WHAT THE TASK ASKS: Reproduce, character for character, the entries from their opening line through the line with "def __init__(self, what: str, key, *, field: str".

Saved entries
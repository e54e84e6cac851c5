"""One error handler: domain errors become 4xx JSON for /api and a plain page otherwise."""

from __future__ import annotations

import logging

from flask import current_app, jsonify, make_response, render_template, request
from werkzeug.exceptions import HTTPException, RequestEntityTooLarge

from solver.errors import Infeasible, InvalidInput, SolverError, SolverUnavailable

__all__ = ["FieldErrors", "NotFound", "Conflict", "init_app", "error_body"]

log = logging.getLogger(__name__)
_REFUSALS = (401, 403, 429)  # not paired, not allowed, too many pairing attempts


class FieldErrors(Exception):
    """One or more fields of a request were wrong; each entry names the field and why."""

    def __init__(self, errors: list[dict], *, status: int = 422):
        super().__init__("; ".join(e["message"] for e in errors))
        self.errors = errors
        self.status = status

    @classmethod
    def one(cls, field: str, message: str, value=None, *, status: int = 422) -> FieldErrors:
        return cls([{"field": field, "message": message, "value": _jsonable(value)}],
                   status=status)


class NotFound(Exception):
    """An id in the URL or the body names nothing stored."""

    def __init__(self, what: str, key, *, field: str | None = None):
        super().__init__(f"{what} {key!r} does not exist")
        self.what, self.key, self.field = what, key, field


class Conflict(Exception):
    """The request is well formed but clashes with the stored state (e.g. a plan being solved).

    ``current``, when given, is the record as stored now, sent back so the change can be redone.
    """

    def __init__(self, message: str, *, current: dict | None = None):
        super().__init__(message)
        self.current = current


def _jsonable(value):
    if value is None or isinstance(value, bool | int | float | str):
        return value
    if isinstance(value, list | tuple):
        return [_jsonable(v) for v in value]
    if isinstance(value, dict):
        return {str(k): _jsonable(v) for k, v in value.items()}
    return repr(value)


def error_body(exc: Exception) -> tuple[dict, int]:
    """The JSON body and HTTP status for an exception."""
    if isinstance(exc, FieldErrors):
        return {"error": "invalid_input", "message": str(exc), "fields": exc.errors}, exc.status
    if isinstance(exc, InvalidInput):
        field = exc.field or "body"
        entry = {"field": field, "message": str(exc), "value": _jsonable(exc.value)}
        return {"error": "invalid_input", "message": str(exc), "fields": [entry]}, 422
    if isinstance(exc, Infeasible):
        return {"error": "infeasible", "message": str(exc),
                "explanation": _jsonable(exc.explanation)}, 422
    if isinstance(exc, NotFound):
        body = {"error": "not_found", "message": str(exc)}
        if exc.field:
            body["fields"] = [{"field": exc.field, "message": str(exc), "value": exc.key}]
        return body, 404
    if isinstance(exc, Conflict):
        body = {"error": "conflict", "message": str(exc)}
        if getattr(exc, "current", None) is not None:
            body["current"] = exc.current
        return body, 409
    if isinstance(exc, SolverUnavailable):
        return {"error": "solver_unavailable", "message": str(exc)}, 503
    if isinstance(exc, SolverError):
        return {"error": "solver_error", "message": str(exc)}, 422
    if isinstance(exc, RequestEntityTooLarge):
        return _too_large(), 413
    if isinstance(exc, HTTPException):
        return {"error": exc.name.lower().replace(" ", "_"), "message": exc.description}, exc.code
    return {"error": "internal", "message": "something went wrong on the laptop; see its log"}, 500


def _too_large() -> dict:
    """Name the limit, so the rep knows to send a smaller file rather than try again."""
    limit = current_app.config.get("MAX_CONTENT_LENGTH")
    size = f"at most {limit / 2**20:g} MiB" if limit else "less"
    message = f"the request is too large; this server takes {size} in one request"
    return {"error": "request_entity_too_large", "message": message,
            "fields": [{"field": "body", "message": message, "value": request.content_length}]}


def _respond(exc: Exception):
    body, status = error_body(exc)
    if status >= 500 and not isinstance(exc, HTTPException):
        log.error("unexpected error on %s %s", request.method, request.path, exc_info=exc)
    if request.path.startswith("/api/") or request.path == "/api":
        response = jsonify(body)
    elif status in _REFUSALS:
        # A device that is not let in gets a page without the tab bar of screens it cannot open.
        response = render_template("pair.html", view="refused", error=body, status=status)
    else:
        from .pages import SCREENS

        response = render_template("error.html", error=body, status=status, screens=SCREENS,
                                   screen="error", is_demo=False, has_home=True)
    response = make_response(response, status)
    if isinstance(exc, HTTPException):
        # The status's own fields: WWW-Authenticate for 401 (RFC 9110 §15.5.2), Allow for 405
        # (§15.5.6), Retry-After for 429 (RFC 6585 §4).
        for name, value in exc.get_headers():
            if name.lower() != "content-type":
                response.headers[name] = value
    return response


def init_app(app) -> None:
    """Route every exception, expected or not, through the one handler."""
    app.register_error_handler(Exception, _respond)
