"""``rondo serve``: the laptop server for the phone page."""

from __future__ import annotations

import ipaddress
import os
import sys

from werkzeug.serving import make_server

from . import create_app
from . import demo as demo_data
from .db import connect

__all__ = ["serve"]


def serve(*, host: str = "127.0.0.1", port: int = 8765, data_dir: str = "instance",
          demo: bool = False) -> None:
    """Serve until Ctrl+C; ``data_dir`` holds the database and all the app writes."""
    data_dir = os.path.abspath(data_dir)
    os.makedirs(data_dir, exist_ok=True)
    app = create_app(instance_path=data_dir)
    if demo:
        _load_demo(app.config["DATABASE"])
    try:
        server = make_server(host, port, app, threaded=True)
    except OSError as exc:
        raise SystemExit(f"rondo: cannot listen on {host}:{port}: {exc.strerror or exc}") from None
    if not _loopback(host):
        print(f"rondo: listening on {host}, reachable from other devices on this network; "
              "there is no login", file=sys.stderr)
    shown = f"[{host}]" if ":" in host else host
    print(f"Rondo is at http://{shown}:{server.server_port}/ (data in {data_dir}); "
          "Ctrl+C stops it", flush=True)
    try:
        server.serve_forever()
    except KeyboardInterrupt:
        pass
    finally:
        server.server_close()
        app.extensions["rondo_jobs"].join(timeout_s=1.0)


def _load_demo(database: str) -> None:
    conn = connect(database)
    try:
        if demo_data.fill_if_empty(conn):
            print("rondo: the empty database now holds the demo scenario", flush=True)
        else:
            print("rondo: the database already holds data; the demo was not loaded", flush=True)
    finally:
        conn.close()


def _loopback(host: str) -> bool:
    if host == "localhost":
        return True
    try:
        return ipaddress.ip_address(host).is_loopback
    except ValueError:
        return False
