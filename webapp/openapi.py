"""The API's OpenAPI 3.1 description, served at /api/openapi.json."""

from __future__ import annotations

from .clients import CSV_COLUMNS, WEEKDAYS

__all__ = ["spec"]

_CLOCK = {"type": "string", "pattern": r"^\d{1,2}:\d{2}$", "examples": ["08:30"]}
_DATE = {"name": "date_text", "in": "path", "required": True,
         "schema": {"type": "string", "format": "date"}, "description": "YYYY-MM-DD"}
_LOCATION = {
    "oneOf": [
        {"type": "string", "description": "any form the solver reads: decimal degrees, "
         "degrees-minutes-seconds, degrees and decimal minutes, or an RFC 5870 geo: URI; "
         "latitude first", "examples": ["43.12440, 5.92810", "geo:43.1244,5.9281"]},
        {"type": "object", "required": ["lat", "lon"], "additionalProperties": False,
         "properties": {"lat": {"type": "number", "minimum": -90, "maximum": 90},
                        "lon": {"type": "number", "minimum": -180, "maximum": 180}}},
    ]
}
_FROM = {
    "description": "where the re-plan starts: \"home\", a client id, or a position",
    "oneOf": [{"const": "home"}, {"type": "integer"}, *_LOCATION["oneOf"]],
}
_WINDOWS = {
    "type": "object", "additionalProperties": False,
    "description": "per weekday: '' or absent = any time of the working day, 'closed', or "
                   "windows in which the visit must START, e.g. '09:00-12:00, 14:00-17:00'",
    "properties": {d: {"type": ["string", "null"]} for d in WEEKDAYS},
}


def _object(properties: dict, required=()) -> dict:
    return {"type": "object", "additionalProperties": False, "properties": properties,
            "required": list(required)}


_SCHEMAS = {
    "Error": {
        "type": "object", "required": ["error", "message"],
        "properties": {
            "error": {"type": "string", "description": "invalid_input, not_found, infeasible, "
                      "conflict, method_not_allowed, ..."},
            "message": {"type": "string"},
            "fields": {"type": "array", "items": {
                "type": "object", "required": ["field", "message"],
                "properties": {"field": {"type": "string"}, "message": {"type": "string"},
                               "value": {}}}},
            "explanation": {"type": "object"},
        },
    },
    "Position": _object({"lat": {"type": "number"}, "lon": {"type": "number"},
                         "text": {"type": "string"}, "geo_uri": {"type": "string"}}),
    "Settings": {"type": "object", "properties": {
        "rep_name": {"type": "string"}, "home_label": {"type": "string"},
        "home": {"oneOf": [{"$ref": "#/components/schemas/Position"}, {"type": "null"}]},
        "day_start": _CLOCK, "day_end": _CLOCK, "break_min": {"type": "integer"},
        "break_from": _CLOCK, "break_until": _CLOCK, "speed_kmh": {"type": "number"},
        "detour_factor": {"type": "number"},
        "distance_mode": {"enum": ["geodesic", "great-circle"]},
        "objective": {"enum": ["km", "return"]}, "time_zone": {"type": "string"},
        "time_limit_s": {"type": "number"}, "is_demo": {"type": "boolean"}}},
    "SettingsChange": _object({
        "rep_name": {"type": "string", "maxLength": 80},
        "home_label": {"type": "string", "minLength": 1, "maxLength": 80},
        "home": {"oneOf": [*_LOCATION["oneOf"], {"type": "null"}]},
        "day_start": _CLOCK, "day_end": _CLOCK,
        "break_min": {"type": "integer", "minimum": 0, "maximum": 480},
        "break_from": _CLOCK, "break_until": _CLOCK,
        "speed_kmh": {"type": "number", "exclusiveMinimum": 0, "maximum": 200},
        "detour_factor": {"type": "number", "minimum": 1, "maximum": 3},
        "distance_mode": {"enum": ["geodesic", "great-circle"]},
        "objective": {"enum": ["km", "return"]},
        "time_zone": {"type": "string", "examples": ["Europe/Paris"]},
        "time_limit_s": {"type": "number", "exclusiveMinimum": 0, "maximum": 300}}),
    "Client": {"type": "object", "properties": {
        "id": {"type": "integer"}, "name": {"type": "string"},
        "location": {"$ref": "#/components/schemas/Position"},
        "visit_min": {"type": "integer"}, "windows": _WINDOWS, "notes": {"type": "string"},
        "active": {"type": "boolean"}, "updated_at": {"type": "string"}}},
    "ClientNew": _object({
        "name": {"type": "string", "minLength": 1, "maxLength": 120}, "location": _LOCATION,
        "visit_min": {"type": "integer", "minimum": 1, "maximum": 720}, "windows": _WINDOWS,
        "notes": {"type": "string", "maxLength": 2000}, "active": {"type": "boolean"}},
        required=("name", "location", "visit_min")),
    "ClientChange": _object({
        "name": {"type": "string", "minLength": 1, "maxLength": 120}, "location": _LOCATION,
        "visit_min": {"type": "integer", "minimum": 1, "maximum": 720}, "windows": _WINDOWS,
        "notes": {"type": "string", "maxLength": 2000}, "active": {"type": "boolean"}}),
    "Drive": {"type": "object", "properties": {
        "id": {"type": "integer"}, "from": {}, "to": {}, "from_name": {"type": "string"},
        "to_name": {"type": "string"}, "km": {"type": ["number", "null"]},
        "minutes": {"type": ["number", "null"]}}},
    "DriveEntry": _object({
        "from": {"oneOf": [{"const": "home"}, {"type": "integer"}]},
        "to": {"oneOf": [{"const": "home"}, {"type": "integer"}]},
        "km": {"type": ["number", "null"], "minimum": 0, "maximum": 5000},
        "minutes": {"type": ["number", "null"], "minimum": 0, "maximum": 1440},
        "both_ways": {"type": "boolean"}}, required=("from", "to")),
    "Replan": _object({"from": _FROM, "now": _CLOCK, "break_taken": {"type": "boolean"}}),
    "Quote": _object({"client_id": {"type": "integer"}, "from": _FROM, "now": _CLOCK,
                      "break_taken": {"type": "boolean"}}, required=("client_id",)),
    "Day": {"type": "object", "description": "choices (the visits chosen, with done times), "
            "done, plan (the latest solve: visits with arrive/wait/start/depart, legs, totals, "
            "proof; or explanation when no plan fits), job (a solve still running)"},
    "Job": {"type": "object", "properties": {
        "id": {"type": "string"}, "kind": {"enum": ["day", "replan", "quote"]},
        "state": {"enum": ["queued", "running", "done", "failed", "cancelled"]},
        "elapsed_s": {"type": "number"}, "time_limit_s": {"type": "number"},
        "progress": {"type": "number"}, "result": {}, "error": {}}},
}


def _ref(name: str) -> dict:
    return {"$ref": f"#/components/schemas/{name}"}


def _json(schema) -> dict:
    return {"content": {"application/json": {"schema": schema}}}


def _op(summary: str, *, body: str | None = None, ok: str | None = None, status: str = "200",
        params=(), errors=("422",)) -> dict:
    op = {"summary": summary, "parameters": list(params), "responses": {}}
    if body:
        op["requestBody"] = {"required": True, **_json(_ref(body))}
        errors = ("400", *errors)
    op["responses"][status] = {"description": "done", **(_json(_ref(ok)) if ok else {})}
    for code in errors:
        op["responses"][code] = {"description": {"400": "the body is not a JSON object or has "
                                                 "unknown fields", "404": "unknown id",
                                                 "409": "conflicts with the stored state",
                                                 "422": "a field is wrong; each is named"}[code],
                                 **_json(_ref("Error"))}
    return op


def _id(name: str) -> dict:
    return {"name": name, "in": "path", "required": True, "schema": {"type": "integer"}}


def spec() -> dict:
    """The whole description; field names and rules match the handlers in webapp.api."""
    client_id, day = _id("client_id"), [_DATE]
    return {
        "openapi": "3.1.0",
        "info": {"title": "Rondo laptop API", "version": "1",
                 "description": "Served on 127.0.0.1 for the phone page. Every error is JSON "
                 "with `error`, `message` and, for input, `fields` naming each wrong field. "
                 f"Client CSV columns: {','.join(CSV_COLUMNS)} (or `location` instead of "
                 "lat/lon; `duration_min` for visit_min; `windows` for every weekday)."},
        "paths": {
            "/api/settings": {
                "get": _op("the rep's settings", ok="Settings", errors=()),
                "put": _op("change settings; fields left out keep their value",
                           body="SettingsChange", ok="Settings")},
            "/api/parse-location": {"post": {
                **_op("read a typed or pasted position and echo it back",
                      body=None, ok="Position"),
                "requestBody": {"required": True, **_json(_object(
                    {"text": _LOCATION}, required=("text",)))}}},
            "/api/clients": {
                "get": _op("the client book by name", ok=None, errors=("422",), params=[
                    {"name": "q", "in": "query", "schema": {"type": "string"},
                     "description": "part of the name or notes"},
                    {"name": "active", "in": "query", "schema": {"enum": ["true", "false"]}}]),
                "post": _op("add a client", body="ClientNew", ok="Client", status="201")},
            "/api/clients/{client_id}": {
                "get": _op("one client", ok="Client", params=[client_id], errors=("404",)),
                "put": _op("change a client (active: false deactivates it); windows, when "
                           "given, replaces all weekdays", body="ClientChange", ok="Client",
                           params=[client_id], errors=("404", "422"))},
            "/api/clients.csv": {"get": {"summary": "export the client book as CSV",
                                         "responses": {"200": {"description": "text/csv"}}}},
            "/api/clients/import": {"post": {
                "summary": "import a CSV (body text/csv, or multipart field 'file'): rows "
                           "update clients of the same name or add new ones; one bad cell "
                           "and nothing is stored",
                "requestBody": {"content": {"text/csv": {"schema": {"type": "string"}},
                                            "multipart/form-data": {"schema": {
                                                "type": "object", "properties": {
                                                    "file": {"type": "string",
                                                             "format": "binary"}}}}}},
                "responses": {"200": {"description": "counts of created and updated"},
                              "422": {"description": "each bad cell by line and column",
                                      **_json(_ref("Error"))}}}},
            "/api/drives": {
                "get": _op("the drives the rep entered", errors=()),
                "put": _op("enter or correct a drive, one way or both ways",
                           body="DriveEntry", errors=("404", "422"))},
            "/api/drives/{drive_id}": {"delete": _op("forget an entered drive", status="204",
                                                     params=[_id("drive_id")],
                                                     errors=("404",))},
            "/api/days": {"get": _op("dates that have a plan", errors=())},
            "/api/days/{date_text}": {"get": _op("the day: choices, done visits, latest plan",
                                                 ok="Day", params=day)},
            "/api/days/{date_text}/visits": {
                "put": {**_op("choose the day's visits", ok="Day", params=day,
                              errors=("400", "404", "422")),
                        "requestBody": {"required": True, **_json(_object(
                            {"client_ids": {"type": "array", "items": {"type": "integer"}}},
                            required=("client_ids",)))}},
                "post": {**_op("add one visit (a last-minute one unless late is false)",
                               ok="Day", status="201", params=day,
                               errors=("400", "404", "422")),
                         "requestBody": {"required": True, **_json(_object(
                             {"client_id": {"type": "integer"}, "late": {"type": "boolean"}},
                             required=("client_id",)))}}},
            "/api/days/{date_text}/solve": {"post": _op(
                "start solving the whole day from home; poll the job", ok="Job",
                status="202", params=day, errors=("409", "422"))},
            "/api/days/{date_text}/replan": {"post": _op(
                "start re-planning the rest of the day from here and now", body="Replan",
                ok="Job", status="202", params=day, errors=("404", "422"))},
            "/api/days/{date_text}/quote": {"post": _op(
                "start pricing a last-minute visit (nothing is stored)", body="Quote",
                ok="Job", status="202", params=day, errors=("404", "422"))},
            "/api/days/{date_text}/done/{client_id}": {
                "put": {**_op("mark a visit done with its real times", ok="Day",
                              params=[*day, client_id], errors=("400", "404", "422")),
                        "requestBody": {"required": True, **_json(_object(
                            {"arrived": _CLOCK, "departed": _CLOCK},
                            required=("arrived", "departed")))}},
                "delete": _op("undo a done mark", ok="Day", params=[*day, client_id],
                              errors=("404", "422"))},
            "/api/solves/{solve_id}": {"get": _op("one stored solve with its inputs",
                                                  params=[_id("solve_id")], errors=("404",))},
            "/api/jobs/{job_id}": {
                "get": _op("poll a job", ok="Job", errors=("404",), params=[
                    {"name": "job_id", "in": "path", "required": True,
                     "schema": {"type": "string"}}]),
                "delete": _op("stop waiting for a job; its answer is discarded", ok="Job",
                              errors=("404",), params=[
                                  {"name": "job_id", "in": "path", "required": True,
                                   "schema": {"type": "string"}}])},
        },
        "components": {"schemas": _SCHEMAS},
    }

EXERCISE ANSWER:
repository e54e84e6cac851c5
"""One error handler: domain errors become 4xx JSON for /api and a plain page otherwise."""

from __future__ import annotations

import logging

from flask import current_app, jsonify, make_response, render_template, request
from werkzeug.exceptions import HTTPException, RequestEntityTooLarge

from solver.errors import Infeasible, InvalidInput, SolverError, SolverUnavailable

__all__ = ["FieldErrors", "NotFound", "Conflict", "init_app", "error_body"]

log = logging.getLogger(__name__)
_REFUSALS = (401, 403, 429)  # not paired, not allowed, too many pairing attempts


class FieldErrors(Exception):
    """One or more fields of a request were wrong; each entry names the field and why."""

    def __init__(self, errors: list[dict], *, status: int = 422):
        super().__init__("; ".join(e["message"] for e in errors))
        self.errors = errors
        self.status = status

    @classmethod
    def one(cls, field: str, message: str, value=None, *, status: int = 422) -> FieldErrors:
        return cls([{"field": field, "message": message, "value": _jsonable(value)}],
                   status=status)


class NotFound(Exception):
    """An id in the URL or the body names nothing stored."""

    def __init__(self, what: str, key, *, field: str | None = None):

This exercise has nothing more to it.